[Opening The data section]

package server

import (
	"bytes"
	"compress/gzip"
	"net/http"
	"strconv"
	"strings"
	"sync"
)

// maxCompressors bounds how many pages are gzipped at once. A gzip writer
// holds about 800 KB; a thousand respondents opening their pages at the same
// instant would otherwise hold a thousand. A page that finds no free
// compressor is sent as it is: correct, only a little larger.
const maxCompressors = 8

var (
	compressorSlots = make(chan struct{}, maxCompressors)
	gzipWriters     = sync.Pool{New: func() any { w, _ := gzip.NewWriterLevel(nil, gzip.DefaultCompression); return w }}
)

// compress sends pages gzipped to clients that accept it (RFC 9110 section
// 8.4, Content-Encoding). Static files come gzipped from web's own
// precompressed copies; the JSON API and the reply streams stay
// uncompressed (their answers are small, and events must leave at once).
func compress(next http.Handler) http.Handler {
	return http.HandlerFunc(func(w http.ResponseWriter, r *http.Request) {
		if r.Method != http.MethodGet || !isPage(r.URL.Path) || !acceptsGzip(r) {
			next.ServeHTTP(w, r)
			return
		}
		bw := &bufferedWriter{header: http.Header{}, status: http.StatusOK}
		next.ServeHTTP(bw, r)
		h := w.Header()
		for k, v := range bw.header {
			h[k] = v
		}
		h.Add("Vary", "Accept-Encoding")
		body := bw.body.Bytes()
		if len(body) >= 512 && h.Get("Content-Encoding") == "" && strings.HasPrefix(h.Get("Content-Type"), "text/html") {
			select {
			case compressorSlots <- struct{}{}:
				var out bytes.Buffer
				gz := gzipWriters.Get().(*gzip.Writer)
				gz.Reset(&out)
				_, werr := gz.Write(body)
				cerr := gz.Close()
				gzipWriters.Put(gz)
				<-compressorSlots
				if werr == nil && cerr == nil {
					h.Set("Content-Encoding", "gzip")
					body = out.Bytes()
				}
			default:
			}
		}
		h.Set("Content-Length", strconv.Itoa(len(body)))
		w.WriteHeader(bw.status)
		w.Write(body)
	})
}

// isPage reports whether a path is an HTML page: not a static file (those
// are precompressed), not the respondent API, not an entry link (a redirect).
func isPage(path string) bool {
	if rest, ok := strings.CutPrefix(path, "/c/"); ok {
		return !strings.Contains(strings.TrimSuffix(rest, "/"), "/")
	}
	return !strings.HasPrefix(path, "/static/") && !strings.HasPrefix(path, "/s/") && path != "/metrics"
}

func acceptsGzip(r *http.Request) bool {
	for _, part := range strings.Split(r.Header.Get("Accept-Encoding"), ",") {
		name, q, _ := strings.Cut(strings.TrimSpace(part), ";")
		if strings.EqualFold(strings.TrimSpace(name), "gzip") && strings.ReplaceAll(strings.TrimSpace(q), " ", "") != "q=0" {
			return true
		}
	}
	return false
}

// bufferedWriter holds a page until it is complete.
type bufferedWriter struct {
	header http.Header
	status int
	body   bytes.Buffer
}

func (b *bufferedWriter) Header() http.Header         { return b.header }
func (b *bufferedWriter) WriteHeader(status int)      { b.status = status }
func (b *bufferedWriter) Write(p []byte) (int, error) { return b.body.Write(p) }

[Closing The data section]

Your instructions –
Reproduce each line of the records in which "return" appears.

Result below –
	gzipWriters     = sync.Pool{New: func() any { w, _ := gzip.NewWriterLevel(nil, gzip.DefaultCompression); return w }}
	return http.HandlerFunc(func(w http.ResponseWriter, r *http.Request) {
			return
		return !strings.Contains(strings.TrimSuffix(rest, "/"), "/")
	return !strings.HasPrefix(path, "/static/") && !strings.HasPrefix(path, "/s/") && path != "/metrics"
			return true
	return false
func (b *bufferedWriter) Header() http.Header         { return b.header }
func (b *bufferedWriter) Write(p []byte) (int, error) { return b.body.Write(p) }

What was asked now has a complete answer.